Poisson-Gaussian Noise Reduction for X-Ray Images Based on Local Linear Minimum Mean Square Error Shrinkage in Nonsubsampled Contourlet Transform Domain

Abstract

Noise reduction is important for X-ray images because it can reduce radiation exposure to patients. X-ray image noise has a Poisson-Gaussian distribution, and recently, noise analysis and removal in multiscale transformations have been widely implemented. The nonsubsampled contourlet transform (NSCT) is a multiscale transformation suitable for medical images that separates the scale and direction. This study proposes a Poisson-Gaussian noise-removal method using NSCT shrinkage that is based on the characteristics of Poisson-Gaussian noise in NSCT domain.

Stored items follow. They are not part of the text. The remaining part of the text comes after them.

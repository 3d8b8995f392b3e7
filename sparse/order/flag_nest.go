package order

import "slices"

// nest lists the simplices whose longest edge is a given one, in their order, degree
// by degree and depth first. Vertices beside the edge are called by their place among
// the common neighbours of its ends. One goroutine uses a nest; it allocates only
// while its lists grow.
type nest struct {
	f    *flag
	top  int // highest degree listed
	edge uint32

	w, ra, rb []uint32 // common neighbours of the edge's ends, ascending; rank of the edge to each end
	start     []int    // place → its part of at and rk
	at, rk    []uint32 // lower neighbours among w, as places, ascending; rank of the edge
	levels    [verticesMost]level
	path      []uint32 // places of the vertices chosen, descending
	done      [verticesMost]uint64
}

// level holds the vertices that extend the path to a simplex of its degree.
type level struct {
	at     []uint32 // places, ascending
	most   []uint32 // highest rank of an edge to the path
	base   uint64   // simplices of this degree and edge before these
	parent uint64   // place of the path among the simplices of the degree below
	// Highest ranks of edges within the path, and from it to the ends.
	inner, toA, toB uint32
	atOwn, mostOwn  []uint32 // memory of at and most, where they are not parts of the nest's lists
}

// room returns s with length n, its content undefined.
func room(s []uint32, n int) []uint32 {
	if n > cap(s) {
		return make([]uint32, n, n+n/2+16)
	}
	return s[:n]
}

// walk visits every simplex of degree 2..top whose longest edge is e: those of degree
// k that extend one path by one vertex each are shown together, as l. It returns false
// as soon as visit does.
func (x *nest) walk(e uint32, visit func(k int, l *level) bool) bool {
	x.open(e)
	x.path, x.done = x.path[:0], [verticesMost]uint64{}
	return x.descend(2, visit)
}

// open finds the common neighbours of the ends of e over edges of lower rank.
func (x *nest) open(e uint32) {
	f := x.f
	a, b := f.ends[2*e], f.ends[2*e+1]
	toA, rankA := f.to[f.first[a]:f.first[a+1]], f.rank[f.first[a]:f.first[a+1]]
	toB, rankB := f.to[f.first[b]:f.first[b+1]], f.rank[f.first[b]:f.first[b+1]]
	most := min(len(toA), len(toB))
	x.edge, x.w, x.ra, x.rb = e, room(x.w, most), room(x.ra, most), room(x.rb, most)
	n := 0
	for i := range intersect(toA, toB, rankB, e, x.ra, x.rb) {
		if p := x.ra[i]; rankA[p] < e {
			x.w[n], x.ra[n], x.rb[n] = toA[p], rankA[p], x.rb[i]
			n++
		}
	}
	x.w, x.ra, x.rb = x.w[:n], x.ra[:n], x.rb[:n]
	l := &x.levels[2]
	l.atOwn, l.mostOwn = room(l.atOwn, n), room(l.mostOwn, n)
	for i := range n {
		l.atOwn[i], l.mostOwn[i] = uint32(i), 0
	}
	l.at, l.most, l.base, l.inner, l.toA, l.toB = l.atOwn, l.mostOwn, 0, 0, 0, 0
	x.start = append(x.start[:0], 0)
}

func (x *nest) descend(k int, visit func(k int, l *level) bool) bool {
	l := &x.levels[k]
	if len(l.at) == 0 {
		return true
	}
	l.base = x.done[k]
	x.done[k] += uint64(len(l.at))
	if !visit(k, l) {
		return false
	}
	if k == x.top {
		return true
	}
	next := &x.levels[k+1]
	for p, i := range l.at {
		x.narrow(k, p)
		next.parent = l.base + uint64(p)
		next.inner, next.toA, next.toB = max(l.inner, l.most[p]), max(l.toA, x.ra[i]), max(l.toB, x.rb[i])
		x.path = append(x.path, i)
		ok := x.descend(k+1, visit)
		x.path = x.path[:k-2]
		if !ok {
			return false
		}
	}
	return true
}

// narrow finds the vertices that extend the path and the p-th vertex of level k.
func (x *nest) narrow(k, p int) {
	l, next := &x.levels[k], &x.levels[k+1]
	i := int(l.at[p])
	if k == 2 {
		next.at, next.most = x.list(i)
		return
	}
	at, rk := x.at[x.start[i]:x.start[i+1]], x.rk[x.start[i]:x.start[i+1]]
	most := min(p, len(at))
	next.atOwn, next.mostOwn = room(next.atOwn, most), room(next.mostOwn, most)
	n := intersect(l.at[:p], at, rk, x.edge, next.atOwn, next.mostOwn)
	for q, place := range next.atOwn[:n] {
		next.atOwn[q], next.mostOwn[q] = l.at[place], max(l.most[place], next.mostOwn[q])
	}
	next.at, next.most = next.atOwn[:n], next.mostOwn[:n]
}

// list finds the lower neighbours of the i-th common neighbour among the common ones.
// Lists are kept for the levels above, which come back to them, if there are any.
func (x *nest) list(i int) (at, rk []uint32) {
	f, v := x.f, x.w[i]
	from := 0
	if x.top > 3 {
		from = x.start[i]
	}
	lo, hi := f.first[v], f.first[v+1]
	most := from + min(i, int(hi-lo))
	if most > cap(x.at) {
		x.at, x.rk = slices.Grow(x.at[:from], 2*most-from), slices.Grow(x.rk[:from], 2*most-from)
	}
	x.at, x.rk = x.at[:most], x.rk[:most]
	n := intersect(x.w[:i], f.to[lo:hi], f.rank[lo:hi], x.edge, x.at[from:], x.rk[from:])
	x.start = append(x.start, from+n)
	return x.at[from : from+n], x.rk[from : from+n]
}

// steep is how much longer one list must be for its entries to be searched, not walked.
const steep = 16

// intersect writes, for every common number of the ascending lists x and y whose
// ranky is below a bound, its place in x and its ranky, and returns how many there are.
func intersect(x, y, ranky []uint32, below uint32, place, rank []uint32) (n int) {
	if len(y) > steep*len(x) || len(x) > steep*len(y) {
		return intersectSearch(x, y, ranky, below, place, rank)
	}
	ranky = ranky[:len(y)]
	for i, j := 0, 0; i < len(x) && j < len(y); {
		a, b := x[i], y[j]
		if a == b && ranky[j] < below {
			place[n], rank[n] = uint32(i), ranky[j]
			n++
		}
		if a <= b {
			i++
		}
		if b <= a {
			j++
		}
	}
	return n
}

// intersectSearch is intersect for lists of very different lengths.
func intersectSearch(x, y, ranky []uint32, below uint32, place, rank []uint32) (n int) {
	short, long := x, y
	if len(y) < len(x) {
		short, long = y, x
	}
	at := 0
	for s, v := range short {
		q, ok := slices.BinarySearch(long[at:], v)
		at += q
		if !ok {
			continue
		}
		i, j := s, at
		if len(y) < len(x) {
			i, j = at, s
		}
		if ranky[j] < below {
			place[n], rank[n] = uint32(i), ranky[j]
			n++
		}
	}
	return n
}
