package order

// Item is a sort key with the index of what it stands for.
type Item struct {
	Key   uint64
	Index uint32
}

// Sort orders items by Key, stably: least-significant-digit radix sort of 11-bit
// digits, skipping digits in which all keys agree. O(n) per digit that differs;
// memory: a second array of len(items).
func Sort(items []Item) []Item {
	const bits, size = 11, 1 << 11
	if len(items) < 2 {
		return items
	}
	or, and := uint64(0), ^uint64(0)
	sorted := true
	for i, it := range items {
		or |= it.Key
		and &= it.Key
		sorted = sorted && (i == 0 || items[i-1].Key <= it.Key)
	}
	if sorted {
		return items
	}
	other := make([]Item, len(items))
	var count [size]uint32
	for shift := uint(0); shift < 64; shift += bits {
		if (or^and)>>shift&(size-1) == 0 {
			continue
		}
		clear(count[:])
		for _, it := range items {
			count[it.Key>>shift&(size-1)]++
		}
		sum := uint32(0)
		for d, c := range count {
			count[d], sum = sum, sum+c
		}
		for _, it := range items {
			d := it.Key >> shift & (size - 1)
			other[count[d]] = it
			count[d]++
		}
		items, other = other, items
	}
	return items
}
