package order

import (
	"cmp"
	"encoding/binary"
	"fmt"
	"math"
	"math/rand/v2"
	"slices"
	"strings"
	"testing"

	"github.com/stretchr/testify/require"

	"pairloom/sparse/chain"
)

// gridArray is a small array; values in C order.
type gridArray struct {
	shape  []int
	values []float64
}

// gridCell is a cell of the slow twin.
type gridCell struct {
	coord   []int // on the doubled grid
	centre  int   // C-order index of the voxel that gives the value
	centres []int // ranks of all vertices, latest first, or of all top cells, earliest first
}

// coordsOf and indexOf go between C-order indices and coordinates.
func coordsOf(shape []int, at int) []int {
	c := make([]int, len(shape))
	for a := len(shape) - 1; a >= 0; a-- {
		c[a], at = at%shape[a], at/shape[a]
	}
	return c
}

func indexOf(shape, coord []int) (at int) {
	for a, n := range shape {
		at = at*n + coord[a]
	}
	return at
}

// ranks orders the voxels that are inside by (value, index): rank by index, −1 outside.
func (g gridArray) ranks() []int {
	var order []int
	for i, v := range g.values {
		if !math.IsNaN(v) {
			order = append(order, i)
		}
	}
	slices.SortFunc(order, func(i, j int) int {
		return cmp.Or(cmp.Compare(g.values[i], g.values[j]), i-j)
	})
	ranks := slices.Repeat([]int{-1}, len(g.values))
	for r, i := range order {
		ranks[i] = r
	}
	return ranks
}

// around lists the voxels whose vertex or top cell touches the cell at coord.
func (g gridArray) around(coord []int, top bool) []int {
	sets := [][]int{{}}
	for a, z := range coord {
		var along []int
		switch {
		case top && z%2 == 1, !top && z%2 == 0:
			along = []int{z / 2}
		case top:
			along = []int{z/2 - 1, z / 2}
		default:
			along = []int{z / 2, z/2 + 1}
		}
		var next [][]int
		for _, s := range sets {
			for _, x := range along {
				if x >= 0 && x < g.shape[a] {
					next = append(next, append(slices.Clone(s), x))
				}
			}
		}
		sets = next
	}
	var out []int
	for _, s := range sets {
		out = append(out, indexOf(g.shape, s))
	}
	return out
}

// cells enumerates the complex by degree, in the order that Grid takes.
func (g gridArray) cells(top bool) [][]gridCell {
	size, all := make([]int, len(g.shape)), 1
	for a, n := range g.shape {
		size[a] = 2*n - 1
		if top {
			size[a] = 2*n + 1
		}
		all *= size[a]
	}
	ranks := g.ranks()
	out := make([][]gridCell, len(g.shape)+1)
	for at := range all {
		c := gridCell{coord: coordsOf(size, at), centre: -1}
		whole := true
		for _, v := range g.around(c.coord, top) {
			if ranks[v] < 0 {
				whole = false
				continue
			}
			c.centres = append(c.centres, ranks[v])
			if c.centre < 0 || (ranks[v] < ranks[c.centre]) == top {
				c.centre = v
			}
		}
		if len(c.centres) == 0 || (!top && !whole) {
			continue
		}
		slices.Sort(c.centres)
		if !top {
			slices.Reverse(c.centres)
		}
		out[c.degree()] = append(out[c.degree()], c)
	}
	for _, cells := range out {
		slices.SortStableFunc(cells, func(a, b gridCell) int { return a.centres[0] - b.centres[0] })
	}
	for len(out) > 1 && len(out[len(out)-1]) == 0 {
		out = out[:len(out)-1]
	}
	return out
}

func (c gridCell) degree() (k int) {
	for _, z := range c.coord {
		k += z % 2
	}
	return k
}

func (c gridCell) name(shape []int) string {
	return strings.Trim(fmt.Sprint(coordsOf(shape, c.centre)), "[]")
}

// gridBoundary lists the facets of all cells as ranks in the order given.
func gridBoundary(cells [][]gridCell) [][][]uint32 {
	out := make([][][]uint32, len(cells))
	for k := range cells {
		rank := map[string]uint32{}
		if k > 0 {
			for r, c := range cells[k-1] {
				rank[fmt.Sprint(c.coord)] = uint32(r)
			}
		}
		for _, c := range cells[k] {
			col := []uint32{}
			for a, z := range c.coord {
				for _, s := range []int{-1, 1} {
					if z%2 == 1 {
						f := slices.Clone(c.coord)
						f[a] += s
						col = append(col, rank[fmt.Sprint(f)])
					}
				}
			}
			slices.Sort(col)
			out[k] = append(out[k], col)
		}
	}
	return out
}

// requireGrid compares a folder with the twin: counts, names, values, every column.
func requireGrid(t *testing.T, dir string, c *chain.Complex, g gridArray, top bool, degrees int) {
	cells := g.cells(top)
	dim := len(cells) - 1
	require.Equal(t, degrees >= 0 && degrees < dim, c.Truncated)
	if c.Truncated {
		cells, dim = cells[:degrees+2], degrees
	}
	require.Equal(t, dim, c.Degrees)
	require.Len(t, c.Cells, len(cells))
	table, err := chain.OpenTable(dir)
	require.NoError(t, err)
	defer table.Close()
	require.Equal(t, c, table.Complex)
	boundary := gridBoundary(cells)
	for k := range cells {
		require.Len(t, cells[k], int(c.Cells[k]))
		for r, cell := range cells[k] {
			got := fmt.Sprint(table.Value(k, uint32(r)), " ", string(table.AppendName(nil, k, uint32(r))))
			if want := fmt.Sprint(g.values[cell.centre]+0, " ", cell.name(g.shape)); got != want {
				require.Equal(t, want, got, "cell %d of degree %d", r, k)
			}
		}
		if k > 0 {
			requireGridBlock(t, dir, c, k, boundary[k])
		}
	}
}

func requireGridBlock(t *testing.T, dir string, c *chain.Complex, k int, want [][]uint32) {
	m, err := chain.OpenBlock(dir, k, false)
	require.NoError(t, err)
	defer m.Close()
	rows, cols := m.Shape()
	require.Equal(t, []uint32{c.Cells[k-1], c.Cells[k]}, []uint32{rows, cols})
	uses, most := make([]int, rows), 0
	for j, col := range want {
		if got := m.Column(uint32(j), nil); !slices.Equal(col, got) {
			require.Equal(t, col, got, "column %d of block %d", j, k)
		}
		for _, r := range col {
			uses[r]++
			most = max(most, uses[r])
		}
	}
	require.Equal(t, most <= 2, c.RowsAtMost2[k], "rows of block %d have up to %d entries", k, most)
	require.Equal(t, k == 1, c.ColsAtMost2[k])
}

// randomGrid makes an array of 1–4 axes with many ties, some −0 and, if asked, NaN.
func randomGrid(r *rand.Rand, outside bool) gridArray {
	g := gridArray{shape: make([]int, 1+r.IntN(axesMost))}
	n := 1
	for a := range g.shape {
		g.shape[a] = 1 + r.IntN([]int{0, 12, 6, 4, 3}[len(g.shape)])
		n *= g.shape[a]
	}
	levels := 1 + r.IntN(3*n)
	for range n {
		v := float64(r.IntN(levels) - levels/2)
		if v == 0 && r.IntN(2) == 0 {
			v = math.Copysign(0, -1)
		}
		if outside && r.IntN(5) == 0 {
			v = math.NaN()
		}
		g.values = append(g.values, v)
	}
	return g
}

// text is the array as a file: descr such as "<f4", C or Fortran order.
func (g gridArray) text(descr string, fortran bool) string {
	shape := strings.Trim(strings.Join(strings.Fields(fmt.Sprint(g.shape)), ","), "[]")
	order := map[bool]string{false: "False", true: "True"}[fortran]
	head := fmt.Sprintf("{'descr': '%s', 'fortran_order': %s, 'shape': (%s,), }\n", descr, order, shape)
	out := append([]byte("\x93NUMPY\x01\x00"), byte(len(head)), byte(len(head)>>8))
	out = append(out, head...)
	var bytes binary.AppendByteOrder = binary.LittleEndian
	if descr[0] == '>' {
		bytes = binary.BigEndian
	}
	for i := range g.values {
		at := i
		if fortran { // the i-th value in the order first axis fastest
			coord := make([]int, len(g.shape))
			for a, rest := 0, i; a < len(coord); a++ {
				coord[a], rest = rest%g.shape[a], rest/g.shape[a]
			}
			at = indexOf(g.shape, coord)
		}
		v := g.values[at]
		switch descr[1:] {
		case "u1":
			out = append(out, byte(v))
		case "u2", "i2":
			out = bytes.AppendUint16(out, uint16(int16(v)))
		case "i4":
			out = bytes.AppendUint32(out, uint32(int32(v)))
		case "i8":
			out = bytes.AppendUint64(out, uint64(int64(v)))
		case "f4":
			out = bytes.AppendUint32(out, math.Float32bits(float32(v)))
		case "f8":
			out = bytes.AppendUint64(out, math.Float64bits(v))
		}
	}
	return string(out)
}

It has the structure of a block-matching 3D filtering algorithm in the form of basic estimation and noise removal process; however, the main processes are modified to consider Poisson-Gaussian noise characteristics. In the basic estimation process, an NSCT shrinkage method that is suitable for Poisson-Gaussian noise characteristics is developed by optimizing the local linear minimum mean square error estimator in the NSCT domain. In the denoising step, the noise term of the Wiener filter is determined using the result of the NSCT shrinkage, and finally, the denoised image is obtained. The proposed method is applied to simulated and real X-ray images and is compared with other state-of-the-art Poisson-Gaussian noise removal methods; it exhibits excellent results in both quantitative and qualitative aspects.